→ Task directions
In the entries that follow, find the line containing "pub struct Terms"; from there, copy every line exactly through the line containing "fn of(season: &SeasonAnswer)".

→ Records provided
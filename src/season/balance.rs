//! What came and went in a day: water and heat, term by term, and how far they fail to close.
//!
//! Methods: `docs/methods.md`, section 8.

/// The terms of one conserved quantity over a day, each counted as it adds to the pool.
#[derive(Debug, Clone, Copy, Default, PartialEq)]
pub struct Terms {
    /// Held at the start.
    pub before: f64,
    /// Brought by the inflow.
    pub inflow: f64,
    /// Taken by the release; negative.
    pub release: f64,
    /// Through the surface: sun, air, contact and what evaporation cools, in the balance of heat; what evaporates, in
    /// that of water; negative where it leaves.
    pub surface: f64,
    /// Held at the end.
    pub after: f64,
}

impl Terms {
    /// What is held at the end beyond what the terms account for.
    pub fn error(&self) -> f64 {
        self.after - self.before - self.inflow - self.release - self.surface
    }

    /// The error over the largest of the terms.
    pub fn relative_error(&self) -> f64 {
        let most = [self.before, self.inflow, self.release, self.surface, self.after]
            .into_iter()
            .map(f64::abs)
            .fold(0.0, f64::max);
        if most > 0.0 { self.error().abs() / most } else { 0.0 }
    }
}

/// The balances of a day.
#[derive(Debug, Clone, Copy, Default, PartialEq)]
pub struct Balance {
    /// Of water, m3.
    pub water_m3: Terms,
    /// Of heat above 0 C, J.
    pub heat_j: Terms,
}
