//! How the season looks in its cases.

use crate::report::page::{Block, Table};
use crate::season::Exhausted;
use crate::tasks::Context;
use crate::tasks::note::NoteAnswer;
use crate::tasks::season::{SeasonAnswer, SeasonRun};
use crate::units::say;

use super::pictures;

pub(super) fn blocks(context: &Context, answer: &NoteAnswer) -> Vec<Block> {
    let mut out = vec![Block::Heading(2, "The season ahead".to_owned())];
    match &answer.season {
        Err(why) => out.push(Block::Words(format!("No season is told: {why}."))),
        Ok(season) => {
            let plan = std::iter::once(of(season)).chain(reserves(context));
            out.push(Block::Words(plan.collect::<Vec<_>>().join(" ")));
            out.push(match pictures::days(context, season) {
                Some(picture) => Block::Beside(cases(season), Box::new(picture)),
                None => Block::Table(cases(season)),
            });
        }
    }
    out
}

/// Which plan, and how gates are chosen in it.
fn of(season: &SeasonAnswer) -> String {
    let run = &season.main.run;
    let last = run.days.last().map_or_else(String::new, |day| format!(" to {}", day.date));
    format!(
        "Plan {}, {}{last}. Gates in it by the strategy {}, decided anew every {} days from {}; the mix of this note is not held in it.",
        run.plan, season.begins, run.strategy, season.decide_days, season.decides
    )
}

fn cases(season: &SeasonAnswer) -> Table {
    let row = |case: &&SeasonRun| {
        let (outcome, score) = (&case.outcome, &case.outcome.score);
        let ended =
            case.run.ended.as_ref().map(|ended| format!("; stops {}", ended.date)).unwrap_or_default();
        let foresight = if case.foresight { " (foresight, no evidence)" } else { "" };
        vec![
            format!("{}{foresight}", case.run.case),
            date(&outcome.exhausted),
            outcome.under_reserve.as_ref().map_or_else(|| "no reserve given".to_owned(), date),
            format!("{}{ended}", score.days_outside),
            say::dc(score.worst_c, 1).to_string(),
            outcome
                .least_oxygen
                .map_or_else(|| "not known".to_owned(), |least| format!("{:.1} mg/L", least.0)),
        ]
    };
    Table {
        caption: "Cases: when even the coldest mix allowed is too warm for the dam; days outside the hard targets, summed over them"
            .to_owned(),
        head: ["Case", "Cold water runs out", "Reserve gone into", "Days outside", "Worst by", "Least oxygen"]
            .map(str::to_owned)
            .to_vec(),
        rows: season.cases().iter().map(row).collect(),
        right: vec![3],
    }
}

fn date(of: &Exhausted) -> String {
    match of {
        Exhausted::On(date) => date.to_string(),
        Exhausted::NotBy(date) => format!("not by {date}"),
        Exhausted::Unknown(why) => format!("not known: {why}"),
    }
}

/// What the reserves are.
fn reserves(context: &Context) -> Option<String> {
    let reserves = &context.site().season.reserves;
    let one = |reserve: &crate::site::Reserve| {
        format!(
            "{} colder than {} from {:02}-{:02} on",
            say::m3(reserve.volume_m3, 0),
            say::c(reserve.colder_c, 1),
            reserve.from.month,
            reserve.from.day
        )
    };
    let all: Vec<String> = reserves.iter().map(one).collect();
    (!all.is_empty()).then(|| format!("Reserve: {}.", all.join("; ")))
}
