//! What the allowed mixes reach on the days of decisions against what the rules at the dam ask, and the day from which
//! none reaches it any more.
//!
//! Methods: `docs/methods.md`, section 8.

use chrono::NaiveDate;

use crate::mix::Day;
use crate::site::Site;
use crate::target::Figure;

use super::outcome::{Asks, Exhausted, Reached};
use super::run::{Run, Setup};

/// A release this much warmer than a rule's high is round-off, C (choice).
const SAME_C: f64 = 1e-9;

/// What every decision could reach, and what the hard rules at the dam ask on its day.
pub(super) fn reached(setup: &Setup, site: &Site, run: &Run) -> Vec<Reached> {
    run.decisions
        .iter()
        .map(|decision| Reached {
            date: decision.date,
            attainable_c: decision.attainable_c,
            asks: asks(setup, site, decision.date),
        })
        .collect()
}

/// Ranges that the hard rules at the dam leave to the temperature of a steady day, buffer counted in.
fn asks(setup: &Setup, site: &Site, date: NaiveDate) -> Vec<Asks> {
    let day = Day::new(site, date, setup.skies.conditions.clone());
    let of_dam = |rule: &crate::mix::RuleToday| {
        let target = site.targets.get(rule.target)?;
        let today = rule.today.as_ref().ok().filter(|_| rule.point.is_none() && !target.soft)?;
        let is_temperature = !target.statistic.is_sum() && today.figure != Figure::HourlyChange;
        let range = (today.low_asked_c(), today.high_c);
        (is_temperature && range != (None, None)).then_some(Asks {
            target: rule.target,
            low_c: range.0,
            high_c: range.1,
        })
    };
    day.rules(site).iter().filter_map(of_dam).collect()
}

/// First day of decision from which, to the end of the season or of the rule, no allowed mix comes down to the high
/// of a hard rule at the dam: the earliest of all rules.
pub(super) fn exhausted(site: &Site, reached: &[Reached], run: &Run) -> Exhausted {
    let Some(end) = run.days.last().map(|day| day.date) else {
        return Exhausted::Unknown("the season has no day".to_owned());
    };
    let ends: Vec<Reach> = (0..site.targets.len()).map(|rule| of_rule(reached, rule)).collect();
    let since =
        ends.iter().filter_map(|end| if let Reach::OutSince(date) = end { Some(*date) } else { None });
    match (since.min(), &run.ended) {
        (Some(on), _) => Exhausted::On(on),
        (None, Some(ended)) => Exhausted::Unknown(format!("the season stops on {}", ended.date)),
        (None, None) if ends.iter().all(|end| *end == Reach::Untold) => {
            let words = "no hard rule at the dam bounds the temperature from above on a day of decision";
            Exhausted::Unknown(words.to_owned())
        }
        (None, None) => Exhausted::NotBy(end),
    }
}

/// How a rule's high ends in the season.
#[derive(Debug, Clone, Copy, PartialEq)]
enum Reach {
    /// No decision tells.
    Untold,
    /// On its last day of decision a mix comes down to it.
    Kept,
    /// From this day of decision on none does, to its end.
    OutSince(NaiveDate),
}

fn of_rule(reached: &[Reached], rule: usize) -> Reach {
    let told = reached.iter().filter_map(|one| {
        let high_c = one.asks.iter().find(|a| a.target == rule)?.high_c?;
        Some((one.date, one.attainable_c?[0] > high_c + SAME_C))
    });
    told.fold(Reach::Untold, |before, (date, out)| match (out, before) {
        (false, _) => Reach::Kept,
        (true, Reach::OutSince(_)) => before,
        (true, _) => Reach::OutSince(date),
    })
}

/// Days of decision in a row on which no allowed mix comes down to the high of the hard rules at the dam: first and
/// last of each stretch.
pub(super) fn stretches(reached: &[Reached]) -> Vec<(NaiveDate, NaiveDate)> {
    let mut out: Vec<(NaiveDate, NaiveDate)> = Vec::new();
    let mut goes_on = false;
    for one in reached {
        let is_out = one.by_c().is_some_and(|by| by > SAME_C);
        match out.last_mut() {
            Some(last) if is_out && goes_on => last.1 = one.date,
            _ if is_out => out.push((one.date, one.date)),
            _ => {}
        }
        goes_on = is_out;
    }
    out
}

→ Written response
pub struct Terms {
    /// Held at the start.
    pub before: f64,
    /// Brought by the inflow.
    pub inflow: f64,
    /// Taken by the release; negative.
    pub release: f64,
    /// Through the surface: sun, air, contact and what evaporation cools, in the balance of heat; what evaporates, in
    /// that of water; negative where it leaves.
    pub surface: f64,
    /// Held at the end.
    pub after: f64,
}

impl Terms {
    /// What is held at the end beyond what the terms account for.
    pub fn error(&self) -> f64 {
        self.after - self.before - self.inflow - self.release - self.surface
    }

    /// The error over the largest of the terms.
    pub fn relative_error(&self) -> f64 {
        let most = [self.before, self.inflow, self.release, self.surface, self.after]
            .into_iter()
            .map(f64::abs)
            .fold(0.0, f64::max);
        if most > 0.0 { self.error().abs() / most } else { 0.0 }
    }
}

/// The balances of a day.
#[derive(Debug, Clone, Copy, Default, PartialEq)]
pub struct Balance {
    /// Of water, m3.
    pub water_m3: Terms,
    /// Of heat above 0 C, J.
    pub heat_j: Terms,
}
//! How the season looks in its cases.

use crate::report::page::{Block, Table};
use crate::season::Exhausted;
use crate::tasks::Context;
use crate::tasks::note::NoteAnswer;
use crate::tasks::season::{SeasonAnswer, SeasonRun};
use crate::units::say;

use super::pictures;

pub(super) fn blocks(context: &Context, answer: &NoteAnswer) -> Vec<Block> {
    let mut out = vec![Block::Heading(2, "The season ahead".to_owned())];
    match &answer.season {
        Err(why) => out.push(Block::Words(format!("No season is told: {why}."))),
        Ok(season) => {
            let plan = std::iter::once(of(season)).chain(reserves(context));
            out.push(Block::Words(plan.collect::<Vec<_>>().join(" ")));
            out.push(match pictures::days(context, season) {
                Some(picture) => Block::Beside(cases(season), Box::new(picture)),
                None => Block::Table(cases(season)),
            });
        }
    }
    out
}

/// Which plan, and how gates are chosen in it.
fn of(season: &SeasonAnswer) -> String {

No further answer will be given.